I've posted a few different data sets for you to try your program on the course page (here is a link). "fox.txt" and "sam.txt" are the texts from two Dr. Seuss books. Try out these different files and see what the data looks like.

The other files contain much more text and will therefore have many more different words that will force your graph to have fairly a large x maximum. If you just look at the graph as is, most of the interesting information is lost by these large magnitudes. To see this picture better, you can use the "zoom in" tool in the matplotlib window to zoom in on the lower left corner. Alternatively, you can modify your script to discard some of the higher x values (if you do this later approach, don't forget to change it back when you're done).

### Extra points

You may earn up to 2 extra points on this assignment. Below are some ideas, but you may incorporate your own if you'd like.

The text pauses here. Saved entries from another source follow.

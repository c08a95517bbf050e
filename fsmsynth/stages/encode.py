"""State encodings: which flip-flop code each state gets.

Bit ``b`` of a code is state variable ``Q<b>``; bit 0 is the least significant bit, so the
code written ``"10"`` has ``Q1 = 1`` and ``Q0 = 0``.  Codes no state uses are don't cares
for the logic.
"""

from __future__ import annotations

from collections.abc import Mapping
from dataclasses import dataclass

from fsmsynth.base.errors import EncodingError, OptionError
from fsmsynth.base.frozen import FrozenMap
from fsmsynth.logic.cube import Cube, complement_cubes
from fsmsynth.model.table import StateTable

METHODS = ("binary", "gray", "one-hot", "outputs")


@dataclass(frozen=True, slots=True)
class Encoding:
    """Codes of the states of one table.

    Attributes
    ----------
    method:
        How the codes were chosen (``"binary"``, ``"gray"``, ``"one-hot"``, ``"given"``).
    width:
        Number of state bits (flip-flops).
    codes:
        State name -> code (an int, bit ``b`` = ``Q<b>``).
    """

    method: str
    width: int
    codes: Mapping[str, int]

    def code_string(self, state: str) -> str:
        """The code of ``state`` written most significant bit first (``"10"``)."""
        return format(self.codes[state], f"0{self.width}b")

    def unused_codes(self) -> list[int]:
        """Codes no state has, in increasing order (``2**width`` work: see :meth:`unused_cubes`)."""
        used = set(self.codes.values())
        return [c for c in range(1 << self.width) if c not in used]

    def unused_cubes(self) -> list[Cube]:
        """The codes no state has, as disjoint cubes over the state bits (bit 0 is variable
        0); costs O(states x width), so wide one-hot and given codes stay cheap."""
        return complement_cubes(self.codes.values(), self.width)



def encode(table: StateTable, method: str | Mapping[str, int | str] = "binary") -> Encoding:
    """Assign a code to every state of ``table``.

    Parameters
    ----------
    table:
        The machine to encode.
    method:
        ``"binary"`` or ``"gray"``: the reset state gets all zeros and the other states the
        following binary (or reflected Gray) numbers in declaration order, in
        ``ceil(log2 n)`` bits (none for one state).  ``"one-hot"``: one flip-flop per
        state, state ``i`` in declaration order sets bit ``i``.  ``"outputs"`` (Moore
        machines): bit ``j`` is output ``j``, then the fewest extra bits that tell apart
        states sharing outputs, so the outputs are flip-flop outputs.  A mapping gives each
        state its code, as an int or as a string of 0/1 written most significant bit first.

    Raises
    ------
    OptionError
        For an unknown method name.
    EncodingError
        For a mapping that misses a state, names an unknown one, repeats a code or mixes
        widths.

    Examples
    --------
    >>> from fsmsynth.model.table import StateTable
    >>> t = StateTable.from_rows(name="m", inputs=[], outputs=["y"], reset="b",
    ...     rows=[("a", "", "b", "0"), ("b", "", "c", "0"), ("c", "", "a", "1")])
    >>> dict(encode(t, "gray").codes)
    {'b': 0, 'a': 1, 'c': 3}
    """
    if isinstance(method, Mapping):
        return _given(table, method)
    if method == "one-hot":
        return Encoding(method="one-hot", width=len(table.states),
                        codes=FrozenMap({s: 1 << i for i, s in enumerate(table.states)}))
    if method == "outputs":
        return _output_encoded(table)
    if method not in ("binary", "gray"):
        raise OptionError(
            f"unknown encoding {method!r}: use one of {', '.join(METHODS)}, "
            "or a mapping from state to code"
        )
    order = [table.reset] + [s for s in table.states if s != table.reset]
    width = (len(order) - 1).bit_length()  # 0 for one state: it needs no flip-flop
    gray = method == "gray"
    return Encoding(method=method, width=width, codes=FrozenMap(
        {s: (i ^ (i >> 1)) if gray else i for i, s in enumerate(order)}))


def _output_encoded(table: StateTable) -> Encoding:
    """Moore outputs as state bits: bit ``j`` is output ``j`` (a don't care taken as 0),
    then as few extra bits as tell apart the states that share an output word (their
    order within the group, in declaration order)."""
    if table.kind != "moore":
        raise OptionError("encoding 'outputs' makes a Moore machine's outputs state bits; "
                          "a Mealy machine's outputs depend on its inputs too")
    m = len(table.outputs)
    groups: dict[int, list[str]] = {}
    for state in table.states:
        word = table.output_cube_of(state)
        value = sum(1 << j for j, ch in enumerate(word) if ch == "1")
        groups.setdefault(value, []).append(state)
    extra = max(len(g) for g in groups.values()) - 1
    extra_bits = extra.bit_length()
    codes = {state: value | i << m for value, group in groups.items()
             for i, state in enumerate(group)}
    return Encoding(method="outputs", width=max(1, m + extra_bits),
                    codes=FrozenMap({s: codes[s] for s in table.states}))


def _given(table: StateTable, mapping: Mapping[str, int | str]) -> Encoding:
    unknown = sorted(set(mapping) - set(table.states))
    if unknown:
        raise EncodingError(f"encoding names unknown state {unknown[0]!r}")
    missing = [s for s in table.states if s not in mapping]
    if missing:
        raise EncodingError(f"encoding gives no code to state {missing[0]!r}")
    codes: dict[str, int] = {}
    widths: set[int] = set()
    for state in table.states:
        raw = mapping[state]
        if isinstance(raw, str):
            if not raw or set(raw) - {"0", "1"}:
                raise EncodingError(
                    f"code {raw!r} of state {state!r}: write it with 0 and 1 only, "
                    "most significant bit first"
                )
            widths.add(len(raw))
            codes[state] = int(raw, 2)
        elif isinstance(raw, int) and not isinstance(raw, bool) and raw >= 0:
            codes[state] = raw
        else:
            raise EncodingError(
                f"code {raw!r} of state {state!r}: give an int >= 0 or a 0/1 string")
    if len(widths) > 1:
        raise EncodingError(f"codes are written with different widths {sorted(widths)}: "
                            "write all of them with the same number of bits")
    width = max([max(1, max(codes.values()).bit_length()), *widths])
    seen: dict[int, str] = {}
    for state, code in codes.items():
        if code in seen:
            raise EncodingError(
                f"states {seen[code]!r} and {state!r} both have code {format(code, f'0{width}b')}"
            )
        seen[code] = state
    return Encoding(method="given", width=width, codes=FrozenMap(codes))
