import { useMemo, useState } from "react";
import { Link } from "react-router-dom";
import { rulesSchema, type Rules } from "@shared/schemas/takeoff";
import type { StackResult } from "@shared/engine/types";
import { Alert } from "@/components/ui/alert";
import { Badge } from "@/components/ui/badge";
import { Button } from "@/components/ui/button";
import { EmptyState } from "@/components/ui/empty-state";
import { ErrorBoundary } from "@/components/ui/error-boundary";
import { Field } from "@/components/ui/field";
import { Input } from "@/components/ui/input";
import { Spinner } from "@/components/ui/spinner";
import { paths } from "@/config/paths";
import { cn } from "@/lib/cn";
import { roofDraftStore, type DraftStack, type RoofDoc } from "../api/roof-draft";
import { useEngineRules, useJobSite } from "../stack/api";
import { CrossSection } from "../stack/cross-section";
import { advisoriesForStack } from "../stack/layer-advisories";
import { completeStack, inchText, newStackId, planeLabel, planesNaming, planesUsing, stackLabel } from "../stack/model";
import { StackForm } from "../stack/stack-form";
import { useJobRoof } from "../stack/use-job-roof";
import { useTakeoffPreview } from "../stack/use-preview";
import { SaveBar } from "./save-bar";

const DEFAULT_RULES: Rules = rulesSchema.parse({});

/** The job workspace's Layer stack section: named roof assemblies built from the deck up. */
export function LayerStackSection({ jobId }: { jobId: number }) {
  const { roof, draft, stale, clearStale } = useJobRoof(jobId);
  const site = useJobSite(jobId);
  const rulesQuery = useEngineRules();
  const rules = useMemo(() => (rulesQuery.data ? rulesSchema.safeParse(rulesQuery.data).data ?? DEFAULT_RULES : DEFAULT_RULES), [rulesQuery.data]);
  const [selectedId, setSelectedId] = useState<string | null>(null);
  const preview = useTakeoffPreview(draft?.doc, site.data, rulesQuery.data);

  if (roof.isError) {
    return (
      <Alert tone="error" title="The roof could not be loaded">
        <Button size="sm" variant="secondary" className="mt-1" onClick={() => roof.refetch()}>
          Try again
        </Button>
      </Alert>
    );
  }
  if (!draft) return <Spinner label="Loading the roof" className="size-5 text-steel-500" />;

  const doc = draft.doc;
  const update = (edit: (d: RoofDoc) => RoofDoc, coalesce = false) => roofDraftStore.update(jobId, edit, { coalesce });

  const addStack = () => {
    const id = newStackId(doc);
    update((d) => ({
      ...d,
      stacks: [...d.stacks, { id, name: d.stacks.length ? `Assembly ${d.stacks.length + 1}` : "Main assembly" }],
      defaultStackId: d.defaultStackId || id,
    }));
    setSelectedId(id);
  };

  if (!doc.stacks.length) {
    return (
      <div className="space-y-3">
        <SaveBar jobId={jobId} />
        <EmptyState
          title="No layer stacks yet"
          description="A stack is the roof assembly from the deck up: deck, underlayment, spacer, radiant barrier, panels and vents. Start one here; planes without a stack use the default."
          action={<Button onClick={addStack}>Add a stack</Button>}
        />
      </div>
    );
  }

  const selected = doc.stacks.find((s) => s.id === selectedId) ?? doc.stacks.find((s) => s.id === doc.defaultStackId) ?? doc.stacks[0]!;
  const result = preview?.ok ? preview.result : null;
  const stackResult = result?.stacks.find((s) => s.id === selected.id) ?? null;
  const using = planesUsing(doc, selected.id);
  const advisories = advisoriesForStack(
    result?.advisories ?? [],
    using.map((p) => p.id),
    { roofWide: selected.id === doc.defaultStackId || doc.stacks.length === 1 },
  );
  const complete = completeStack(selected);

  return (
    <div className="space-y-3">
      <SaveBar jobId={jobId} />
      {stale && (
        <Alert tone="caution" title="Unsaved edits from an earlier version are kept in this browser" onDismiss={clearStale}>
          <p>The roof was saved since ({stale.changedAt ? new Date(stale.changedAt).toLocaleString() : "earlier"}). Restore your edits over the saved roof?</p>
          <Button
            size="sm"
            variant="secondary"
            className="mt-1"
            onClick={() => {
              update(() => stale.doc);
              clearStale();
            }}
          >
            Restore my edits
          </Button>
        </Alert>
      )}
      <div className="grid grid-cols-[minmax(0,1fr)] gap-3 lg:grid-cols-[13rem_minmax(0,1fr)]">
        <StackList
          doc={doc}
          selectedId={selected.id}
          onSelect={setSelectedId}
          onAdd={addStack}
          counts={Object.fromEntries(doc.stacks.map((s) => [s.id, planesUsing(doc, s.id).length]))}
        />
        <div className="min-w-0 space-y-3">
          <StackHeader
            key={selected.id}
            jobId={jobId}
            doc={doc}
            stack={selected}
            onSelect={setSelectedId}
          />
          <div className="grid gap-3 xl:grid-cols-[minmax(0,1fr)_17rem]">
            <section className="rounded-lg border border-steel-200 bg-white p-3 shadow-panel" aria-label="Cross-section">
              {complete ? (
                <ErrorBoundary what="The cross-section">
                  <CrossSection stack={complete} title={stackLabel(selected)} />
                </ErrorBoundary>
              ) : (
                <p className="text-sm text-steel-600">Fix the highlighted fields to see the cross-section.</p>
              )}
            </section>
            <StackFigures
              result={stackResult}
              planes={using.map((p) => planeLabel(p))}
              previewError={preview && !preview.ok ? preview.reason : null}
              jobId={jobId}
            />
          </div>
          <ErrorBoundary what="The layer forms">
            <StackForm key={selected.id} jobId={jobId} stack={selected} rules={rules} advisories={advisories} />
          </ErrorBoundary>
          <p className="text-xs text-steel-500">
            Findings come from a live preview of the takeoff in this browser{rulesQuery.isError ? " (with the standard rules: the price book's could not be read)" : ""}.
            The panel maker's tested installation details, local codes and licensed professionals govern.
          </p>
        </div>
      </div>
    </div>
  );
}

function StackList({
  doc,
  selectedId,
  onSelect,
  onAdd,
  counts,
}: {
  doc: RoofDoc;
  selectedId: string;
  onSelect: (id: string) => void;
  onAdd: () => void;
  counts: Record<string, number>;
}) {
  return (
    <nav aria-label="Layer stacks" className="rounded-lg border border-steel-200 bg-white p-2 shadow-panel lg:self-start">
      <div className="mb-1 flex items-center justify-between px-1">
        <h2 className="text-xs font-semibold uppercase tracking-wide text-steel-600">Stacks</h2>
        <Button size="sm" variant="ghost" onClick={onAdd}>
          + Add
        </Button>
      </div>
      <ul className="flex gap-1 overflow-x-auto lg:flex-col">
        {doc.stacks.map((s) => {
          const active = s.id === selectedId;
          return (
            <li key={s.id} className="shrink-0">
              <button
                type="button"
                onClick={() => onSelect(s.id)}
                aria-current={active ? "true" : undefined}
                className={cn(
                  "w-full rounded-md px-2 py-1.5 text-left text-sm focus-visible:outline-none focus-visible:ring-2 focus-visible:ring-accent-500",
                  active ? "bg-accent-50 text-steel-900 ring-1 ring-inset ring-accent-200" : "text-steel-700 hover:bg-steel-50",
                )}
              >
                <span className="block truncate font-medium">{stackLabel(s)}</span>
                <span className="flex items-center gap-1.5 text-xs text-steel-500">
                  {counts[s.id] ?? 0} {counts[s.id] === 1 ? "plane" : "planes"}
                  {s.id === doc.defaultStackId && <Badge tone="accent">default</Badge>}
                </span>
              </button>
            </li>
          );
        })}
      </ul>
    </nav>
  );
}

function StackHeader({ jobId, doc, stack, onSelect }: { jobId: number; doc: RoofDoc; stack: DraftStack; onSelect: (id: string) => void }) {
  const [problem, setProblem] = useState<string | null>(null);
  const isDefault = stack.id === doc.defaultStackId;
  const update = (edit: (d: RoofDoc) => RoofDoc, coalesce = false) => roofDraftStore.update(jobId, edit, { coalesce });

  const duplicate = () => {
    const id = newStackId(doc);
    const copy = { ...structuredClone(stack), id, name: `${stackLabel(stack)} (copy)` };
    update((d) => ({ ...d, stacks: [...d.stacks, copy] }));
    onSelect(id);
  };

  const remove = () => {
    if (doc.stacks.length === 1) return setProblem("The roof needs at least one stack.");
    const naming = planesNaming(doc, stack.id);
    if (naming.length) {
      return setProblem(
        `Still used by ${naming.length === 1 ? "plane" : "planes"} ${naming.map(planeLabel).join(", ")}. Give ${naming.length === 1 ? "it" : "them"} another stack in Roof sketch first.`,
      );
    }
    if (isDefault) {
      const relying = planesUsing(doc, stack.id);
      if (relying.length) {
        return setProblem(
          `This is the default stack for ${relying.map(planeLabel).join(", ")}. Make another stack the default first.`,
        );
      }
    }
    setProblem(null);
    update((d) => {
      const stacks = d.stacks.filter((s) => s.id !== stack.id);
      return { ...d, stacks, defaultStackId: d.defaultStackId === stack.id ? stacks[0]!.id : d.defaultStackId };
    });
    onSelect(doc.stacks.find((s) => s.id !== stack.id)!.id);
  };

  return (
    <div className="rounded-lg border border-steel-200 bg-white px-3 py-2 shadow-panel">
      <div className="flex flex-wrap items-end gap-2">
        <Field label="Stack name" className="w-64 max-w-full">
          <Input
            value={stack.name ?? ""}
            maxLength={120}
            placeholder={stack.id}
            onChange={(e) => {
              const name = e.target.value;
              update((d) => ({ ...d, stacks: d.stacks.map((s) => (s.id === stack.id ? { ...s, name } : s)) }), true);
            }}
          />
        </Field>
        <span className="pb-1.5 text-xs text-steel-500">id {stack.id}</span>
        <div className="ml-auto flex flex-wrap gap-1.5">
          {isDefault ? (
            <Badge tone="accent" className="self-center">
              Default for planes without a stack
            </Badge>
          ) : (
            <Button size="sm" variant="secondary" onClick={() => update((d) => ({ ...d, defaultStackId: stack.id }))}>
              Make default
            </Button>
          )}
          <Button size="sm" variant="secondary" onClick={duplicate}>
            Duplicate
          </Button>
          <Button size="sm" variant="secondary" onClick={remove}>
            Delete
          </Button>
        </div>
      </div>
      {problem && (
        <Alert tone="caution" className="mt-2" onDismiss={() => setProblem(null)} title="This stack cannot be deleted">
          {problem} <Link className="font-medium underline" to={paths.jobSection(jobId, "roof-sketch")}>Open Roof sketch</Link>
        </Alert>
      )}
    </div>
  );
}

function Fact({ label, children, tone }: { label: string; children: React.ReactNode; tone?: "ok" | "bad" }) {
  return (
    <div className="flex items-baseline justify-between gap-2 border-b border-steel-100 py-1 last:border-0">
      <dt className="text-xs text-steel-600">{label}</dt>
      <dd className={cn("text-right text-sm font-medium tabular-nums", tone === "bad" ? "text-danger-700" : "text-steel-900")}>{children}</dd>
    </div>
  );
}

function StackFigures({
  result,
  planes,
  previewError,
  jobId,
}: {
  result: StackResult | null;
  planes: string[];
  previewError: string | null;
  jobId: number;
}) {
  return (
    <section className="rounded-lg border border-steel-200 bg-white p-3 shadow-panel" aria-label="Stack figures">
      <h3 className="mb-1 text-xs font-semibold uppercase tracking-wide text-steel-600">Preview</h3>
      {previewError && (
        <p className="mb-2 text-xs text-danger-700" role="alert">
          The preview cannot run: {previewError}
        </p>
      )}
      {!result ? (
        <p className="text-sm text-steel-600">
          No plane uses this stack yet.{" "}
          <Link className="text-accent-700 underline" to={paths.jobSection(jobId, "roof-sketch")}>
            Assign it in Roof sketch
          </Link>
          .
        </p>
      ) : (
        <dl>
          <Fact label="Planes">
            <span className="text-xs font-normal">{planes.join(", ")}</span>
          </Fact>
          <Fact label="Area">{result.squares.toFixed(2)} sq</Fact>
          <Fact label="Deck-to-panel gap">{result.channel.gapIn > 0 ? inchText(result.channel.gapIn) : "none"}</Fact>
          <Fact label="Ventilation channel" tone={result.channel.qualifies ? "ok" : undefined}>
            {result.channel.qualifies ? `qualifies, ${result.channel.channelNfaPerFtSqIn.toFixed(1)} in²/ft` : "does not qualify"}
          </Fact>
          <Fact label="Effective emittance">{result.thermal.effectiveEmittance === null ? "—" : result.thermal.effectiveEmittance.toFixed(3)}</Fact>
          <Fact label="Air-space R, summer">
            {result.thermal.airSpaceRSummer === null
              ? result.thermal.ventilated
                ? "not applicable — ventilated"
                : "—"
              : `R-${result.thermal.airSpaceRSummer.toFixed(2)}${result.thermal.rExtrapolated ? "*" : ""}`}
          </Fact>
          <Fact label="Air-space R, winter">
            {result.thermal.airSpaceRWinter === null
              ? result.thermal.ventilated
                ? "not applicable — ventilated"
                : "—"
              : `R-${result.thermal.airSpaceRWinter.toFixed(2)}${result.thermal.rExtrapolated ? "*" : ""}`}
          </Fact>
          <Fact label="Finish SRI">{Math.round(result.thermal.sri)}</Fact>
          <Fact label="Uplift assembly" tone={result.upliftAssembly === "not-tested-needs-review" ? "bad" : undefined}>
            {result.upliftAssembly === "tested" ? "as tested" : result.upliftAssembly === "not-required" ? "no rating asked" : "needs review"}
          </Fact>
        </dl>
      )}
      {result?.thermal.rExtrapolated && <p className="mt-1 text-[11px] text-steel-500">* below the table's 1/2 in: footnote formula (extrapolated).</p>}
    </section>
  );
}
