import { EmptyState } from "@/components/ui/empty-state";

/** The job workspace's Roof sketch section. */
export function RoofSketchSection(_props: { jobId: number }) {
  return <EmptyState title="Roof sketch" description="The plan-view editor is being built." />;
}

Make sure to document your extra point additions in comments at the top of the file.
• Sort the dictionary of counts to find the 10 most frequent words
• Include a function to generate a plot of word versus frequency where the words are sorted by frequency from largest to smallest
• Print out other statistics about the words in the file
• Remove punctuation, etc., from the words to count "real" words

### When you're done

Make sure that your program is properly commented:
• You should have comments at the very beginning of the file stating your name, course (including section number), assignment number and the date.
• Each function should have an appropriate docstring
• Other miscellaneous comments to make things clear
In addition, make sure that you've used good style.

#### Submission procedure

Submit your .py file online using the digital submission link on the course web page. You must have submitted it online before the beginning of class on Wednesday.